Nothing in the records may be changed; reproduce all of them.

━━━━

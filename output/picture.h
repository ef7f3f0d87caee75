/* SPDX-License-Identifier: GPL-3.0-or-later */
#ifndef EVENGAP_OUTPUT_PICTURE_H
#define EVENGAP_OUTPUT_PICTURE_H

/* Pieces that pictures of a plane share: an equal-scale frame in millimetres, rasters,
 * and the outlines of the parts. Colours run from white to a middle blue, so that they
 * keep their order in grey; parts are darker than any of them. */

#include "mesh/geometry.h"
#include "output/gnuplot.h"
#include "shared/attributes.h"
#include "shared/status.h"

#define PICTURE_PART_GREY 112 /* of 255 */
#define PICTURE_MAP_GRAIN 2.0 /* smooth fields need fewer pixels than outlines */

/* A window of a plane and the size of its picture. */
struct frame {
    struct vec2 low, high; /* m */
    const char *axis_a;    /* "z" */
    const char *axis_b;    /* "x" */
    int width, height;     /* pixels of the whole picture */
    double left, right;    /* edges of the axes as fractions of the width */
    double bottom, top;    /* the same of the height */
};

/* Values on a regular raster, pixel (i, j) centred at low + ((i+1/2) da, (j+1/2) db). */
struct raster {
    int na, nb;
    struct vec2 low, pixel; /* m */
    double *values;         /* [nb*na], a fastest */
};

/** Frame of a window; `right` pixels are kept free right of the axes and `bottom`
 *  more than usual below them. */
struct frame picture_frame(struct vec2 low, struct vec2 high, const char *axis_a,
                           const char *axis_b, int right, int bottom);

/** Pixels of a metre. */
double picture_scale(const struct frame *frame);

/** Prints title, ranges, axis labels with units and equal scales. */
void picture_axes(struct sink *script, const struct frame *frame, const char *title);

/** Raster over the window of the frame, zero everywhere; one of its pixels is `grain`
 *  pixels of the picture wide. STATUS_MEMORY. */
enum status raster_init(struct raster *raster, const struct frame *frame,
                        double grain) MUST_CHECK;

/** Fills from values[nb*na] on the lines a[na], b[nb], linear between them. */
void raster_sample(struct raster *raster, const double *a, int na, const double *b,
                   int nb, const double *values);

/** Multiplies every value. */
void raster_scale(struct raster *raster, double factor);

/** Sets 1 in every pixel whose centre lies in a part of the plane that has cuts.
 *  STATUS_MEMORY. */
enum status raster_cover(struct raster *raster, const struct plane *plane) MUST_CHECK;

/** Prints the raster as the gnuplot data block $name. */
void raster_print(struct sink *script, const struct raster *raster, const char *name);

/** Prints `$name matrix using <a in mm>:<b in mm>`. */
void raster_using(struct sink *script, const struct raster *raster, const char *name);

/** Prints the source of a raster handed over by plot_data, placed in mm, with the given
 *  number of coordinates (2 for plot, 3 for splot). */
void raster_source(struct sink *script, const struct raster *raster, int coordinates);

/** True if a part of the plane has cuts: then picture_outlines cannot be filled and a
 *  cover raster is needed. */
bool picture_needs_cover(const struct plane *plane);

/** Empties; safe on zeroed and twice. */
void raster_free(struct raster *raster);

/** Prints the remaining surface of every part as polylines in mm, data block
 *  $outlines, and the parts without cuts as closed polygons, data block $solids. There is
 *  at least one point in each block. */
void picture_outlines(struct sink *script, const struct plane *plane);

/** Prints labels with the names of the parts (picture_names.c): inside thick ones, beside
 *  thin ones, else at the nearest free place with a thread to the part. A name that finds
 *  no place is left out. */
void picture_names(struct sink *script, const struct plane *plane,
                   const struct frame *frame);

/** Cuts text (UTF-8) to at most `most` > 3 letters, the last three then being dots. */
void picture_shorten(char *text, size_t most);

/** A step of 1, 2 or 5 times a power of ten that divides span into at most `most`
 *  pieces; 1 if span is not positive. */
double picture_step(double span, int most);

/** Prints the data block $levels: lines of equal value of the raster handed over by
 *  plot_data, every `step` from the first multiple at or above low to high. */
void picture_levels(struct sink *script, const struct raster *raster, double low,
                    double high, double step);

#endif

━━━━

● SOLUTION BELOW
filename output/picture.h
repository ef7f3f0d87caee75
/* SPDX-License-Identifier: GPL-3.0-or-later */
#ifndef EVENGAP_OUTPUT_PICTURE_H
#define EVENGAP_OUTPUT_PICTURE_H

/* Pieces that pictures of a plane share: an equal-scale frame in millimetres, rasters,
 * and the outlines of the parts. Colours run from white to a middle blue, so that they
 * keep their order in grey; parts are darker than any of them. */

#include "mesh/geometry.h"
#include "output/gnuplot.h"
#include "shared/attributes.h"
#include "shared/status.h"

#define PICTURE_PART_GREY 112 /* of 255 */
#define PICTURE_MAP_GRAIN 2.0 /* smooth fields need fewer pixels than outlines */

/* A window of a plane and the size of its picture. */
struct frame {
    struct vec2 low, high; /* m */
    const char *axis_a;    /* "z" */
    const char *axis_b;    /* "x" */
    int width, height;     /* pixels of the whole picture */
    double left, right;    /* edges of the axes as fractions of the width */
    double bottom, top;    /* the same of the height */
};

/* Values on a regular raster, pixel (i, j) centred at low + ((i+1/2) da, (j+1/2) db). */
struct raster {
    int na, nb;
    struct vec2 low, pixel; /* m */
    double *values;         /* [nb*na], a fastest */
};

/** Frame of a window; `right` pixels are kept free right of the axes and `bottom`
 *  more than usual below them. */
struct frame picture_frame(struct vec2 low, struct vec2 high, const char *axis_a,
                           const char *axis_b, int right, int bottom);

/** Pixels of a metre. */
double picture_scale(const struct frame *frame);

/** Prints title, ranges, axis labels with units and equal scales. */
void picture_axes(struct sink *script, const struct frame *frame, const char *title);

/** Raster over the window of the frame, zero everywhere; one of its pixels is `grain`
 *  pixels of the picture wide. STATUS_MEMORY. */
enum status raster_init(struct raster *raster, const struct frame *frame,
                        double grain) MUST_CHECK;

/** Fills from values[nb*na] on the lines a[na], b[nb], linear between them. */
void raster_sample(struct raster *raster, const double *a, int na, const double *b,
                   int nb, const double *values);

/** Multiplies every value. */
void raster_scale(struct raster *raster, double factor);

/** Sets 1 in every pixel whose centre lies in a part of the plane that has cuts.
 *  STATUS_MEMORY. */
enum status raster_cover(struct raster *raster, const struct plane *plane) MUST_CHECK;

/** Prints the raster as the gnuplot data block $name. */
void raster_print(struct sink *script, const struct raster *raster, const char *name);

/** Prints `$name matrix using <a in mm>:<b in mm>`. */
void raster_using(struct sink *script, const struct raster *raster, const char *name);

/** Prints the source of a raster handed over by plot_data, placed in mm, with the given
 *  number of coordinates (2 for plot, 3 for splot). */
void raster_source(struct sink *script, const struct raster *raster, int coordinates);

/** True if a part of the plane has cuts: then picture_outlines cannot be filled and a
 *  cover raster is needed. */
bool picture_needs_cover(const struct plane *plane);

/** Empties; safe on zeroed and twice. */
void raster_free(struct raster *raster);

/** Prints the remaining surface of every part as polylines in mm, data block
 *  $outlines, and the parts without cuts as closed polygons, data block $solids. There is
 *  at least one point in each block. */
void picture_outlines(struct sink *script, const struct plane *plane);

/** Prints labels with the names of the parts (picture_names.c): inside thick ones, beside
 *  thin ones, else at the nearest free place with a thread to the part. A name that finds
 *  no place is left out. */
void picture_names(struct sink *script, const struct plane *plane,
                   const struct frame *frame);

/** Cuts text (UTF-8) to at most `most` > 3 letters, the last three then being dots. */
void picture_shorten(char *text, size_t most);

/** A step of 1, 2 or 5 times a power of ten that divides span into at most `most`
 *  pieces; 1 if span is not positive. */
double picture_step(double span, int most);

/** Prints the data block $levels: lines of equal value of the raster handed over by
 *  plot_data, every `step` from the first multiple at or above low to high. */
void picture_levels(struct sink *script, const struct raster *raster, double low,
                    double high, double step);

#endif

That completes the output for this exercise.